The size of the sample must be large enough to (1) accommodate the expected loss of participants during the investigation and (2) demonstrate differences between groups by statistical logic. If the groups are too small, a real difference may not be detected with statistics. Possible misinterpretations are that the experimental treatment or product is not effective (even though it is) or the treatments or products used for both groups are equally effective (when one is actually superior).
A formal method for determining sample size is called sample size calculation, which provides more assurance that real differences or effects, if present, will be identified.
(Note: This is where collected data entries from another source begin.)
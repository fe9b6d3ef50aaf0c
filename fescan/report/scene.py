"""What a relay diagram shows, decided without drawing: nodes, links, labels and ids.

:func:`build_scene` turns a :class:`~fescan.analysis.scan.ScanResult` into a
:class:`Scene` of plain records: every cofactor as a node at its projected
position with its glyph and label, and every line as a link (relay-path hop,
gap, other pair within the gap limit, nearest partner of an isolated cofactor)
with its style, its label and its SVG id. :mod:`fescan.report.diagrams` only
renders a scene, so what is shown can be tested without matplotlib.
"""

from __future__ import annotations

from dataclasses import dataclass, field
from typing import TYPE_CHECKING

import numpy as np

from fescan.report import style
from fescan.report.labels import cofactor_label, hop_label
from fescan.report.projection import Projection, principal_projection, stress_layout

if TYPE_CHECKING:  # pragma: no cover
    from fescan.analysis.scan import ScanResult

__all__ = ["Node", "Link", "Scene", "build_scene", "default_projection", "panel_groups", "shared_values",
           "bottleneck_legend", "NOTE", "SCALE_TOLERANCE"]

#: Explanation printed under every relay diagram (λ and ρ filled in).
NOTE = ("Label: chain/residue, class, midpoint potential used (shared values in the legend). Hop: edge-to-edge "
        "distance and hop time 1/k, a Moser-Dutton estimate (λ = {reorg:g} eV, ρ {rho}), not a measurement.")
#: Largest relative error of a drawn hop (centre to centre) for the drawing to carry a scale bar.
SCALE_TOLERANCE = 0.10


@dataclass(frozen=True)
class Node:
    """One cofactor in the drawing.

    Attributes
    ----------
    uid : str
        Cofactor uid.
    xy : tuple of float
        Projected centre (Å).
    glyph : style.Glyph
    label : str
        Label text (several lines).
    role : str
        ``"entry"``, ``"exit"`` or ``""``.
    faint : bool
        Off the wire (drawn faint).
    warned : bool
        The cofactor carries a warning of the ligation or geometry checks (drawn with a mark).
    """

    uid: str
    xy: tuple[float, float]
    glyph: style.Glyph
    label: str
    role: str = ""
    faint: bool = False
    warned: bool = False

    @property
    def gid(self) -> str:
        """SVG id of the glyph."""
        return style.cofactor_gid(self.uid)

    @property
    def label_gid(self) -> str:
        """SVG id of the label."""
        return style.label_gid(self.uid)


@dataclass(frozen=True)
class Link:
    """One line between two cofactors.

    Attributes
    ----------
    kind : str
        ``"path"`` (relay hop within the limit), ``"gap"`` (relay hop over the
        limit), ``"pair"`` (other pair within the limit) or ``"near"`` (nearest
        partner of an isolated cofactor, over the limit).
    first, second : str
        Cofactor uids (donor and acceptor for relay hops).
    line : style.LineStyle
    gid : str
        SVG id of the line.
    label : str or None
        Text beside the line.
    bold : bool
        Label in bold (gaps and the bottleneck).
    arrow : float or None
        Fraction of the way from ``first`` to ``second`` where a direction arrow sits.
    break_gid : str or None
        SVG id of the break mark of a gap.
    halo : bool
        Underlay marking the bottleneck (``Wire.bottleneck``).
    dotted : bool
        Pair to a crystal-symmetry mate (drawn to the copy in the file).
    """

    kind: str
    first: str
    second: str
    line: style.LineStyle
    gid: str
    label: str | None = None
    bold: bool = False
    arrow: float | None = None
    break_gid: str | None = None
    halo: bool = False
    dotted: bool = False

    @property
    def label_gid(self) -> str:
        """SVG id of the label."""
        return self.gid + "-label"
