def _merge(a: Cofactor, b: Cofactor, cls: str, category: str, shared: set[tuple]) -> Cofactor:
    atoms = a.atoms + tuple(x for x in b.atoms if x not in a.atoms)
    redox = a.redox_atoms + tuple(x for x in b.redox_atoms if x not in a.redox_atoms)
    residues = a.residues + tuple(r for r in b.residues if r not in a.residues)
    ligands = tuple(sorted(a.ligands + b.ligands, key=lambda lig: (lig.metal, lig.distance)))
    xyz = np.asarray([x.xyz for x in redox], dtype=float)
    centroid = tuple(round(float(v), 4) for v in xyz.mean(axis=0))
    extra = dict(b.extra)
    extra.update(a.extra)
    extra["merged_from"] = [a.label, b.label]
    extra["bridging_ligands"] = [f"{c}/{n}{i} {name}" for c, n, i, name in sorted(shared)]
    flags = a.flags + tuple(f for f in b.flags if f not in a.flags)
    return replace(
        a, ccd_code=None, category=category, cls=cls,
        composition=composition_string([x.element for x in redox if x.element not in ("C", "N", "O")]),
        residues=residues, atoms=atoms, redox_atoms=redox, centroid=centroid,  # type: ignore[arg-type]
        mean_occupancy=float(np.mean([x.occupancy for x in atoms])),
        mean_b=float(np.mean([x.b_iso for x in atoms])), ligands=ligands, flags=flags, extra=extra,
    )


def _is_two_fe(c: Cofactor) -> bool:
    m = _metals(c)
    return (set(m) == {"FE"} and m["FE"] == 2 and c.category != "iron-sulfur") or c.cls == "H-cluster"


def merge_bridged_sites(cofactors: Sequence[Cofactor]) -> list[Cofactor]:
    """Join metal sites bridged by a shared Cys/Sec ligand into one catalytic site.

    Two cases are joined: a [4Fe-4S] and a 2Fe site (the H-cluster of [FeFe]
    hydrogenases; Peters et al. 1998 Science 282:1853), and a Ni site with an Fe
    site ([NiFe] hydrogenase with Ni and Fe(CN)2CO modelled as separate residues
    more than 3 Å apart; Volbeda et al. 1995 Nature 373:580). Relay clusters
    bridged to each other are left alone.
    """
    out = list(cofactors)
    changed = True
    while changed:
        changed = False
        # only metal sites holding a Cys/Sec ligand can be bridged (Zn/Ca/Mg ions never are)
        cand = [k for k, c in enumerate(out) if c.category not in ("heme", "flavin", "quinone")
                and not c.is_ion_site and any(lig.kind in ("Cys S", "Sec Se") for lig in c.ligands)]
        for n, i in enumerate(cand):
            for j in cand[n + 1:]:
                a, b = out[i], out[j]
                shared = _shared_ligands(a, b)
                if not shared:
                    continue
                pair = {a.cls, b.cls}
                ma, mb = _metals(a), _metals(b)
                if "[4Fe-4S]" in pair and (_is_two_fe(a) or _is_two_fe(b)):
                    first, second = (a, b) if a.cls == "[4Fe-4S]" else (b, a)
                    merged = _merge(first, second, "H-cluster", "iron-sulfur", shared)
                elif ("NI" in ma and "FE" in mb and "S" not in mb) or ("NI" in mb and "FE" in ma and "S" not in ma):
                    first, second = (a, b) if "NI" in ma else (b, a)
                    merged = _merge(first, second, "NiFe", "metal", shared)
                else:
                    continue
                out[i] = merged
                del out[j]
                changed = True
                break
            if changed:
                break
    return out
Computer programs such as G*Power5 that perform sample size calculation are now readily available. They allow both an investigator to choose an appropriate sample size and a reader to decide whether a conclusion of "no difference" or "no effect" is warranted, given the actual results of the study. Investigators who perform proper power analyses when designing their studies are much more likely to produce (and publish) clear and unambiguous results, from which conclusions of “effect present” or “effect absent” can be drawn. Studies in which “power” was not addressed directly are more likely to yield inconclusive results.6-7
A research report should clearly describe the characteristics of the sample so the reader can evaluate whether or not the sample is representative of the population and appropriate for the experiment. This is particularly true if the sample was not randomly selected. Included should be such characteristics as age, sex, race or ethnic group, relevant medical conditions, oral hygiene habits, etc. If the reader is not provided with this information, the extent to which the conclusions apply to any other group of individuals or situations remains ambiguous. For instance, a researcher might generalise about the incidence of congenital heart disease in Europe based on an experimental sample. However, if a description of the sample indicated it was composed of institutionalized patients (who have a much higher incidence of the disease), the reader would know such a generalisation was inappropriate. The paper should also describe the size of the sample, both at the beginning and the end of the investigation.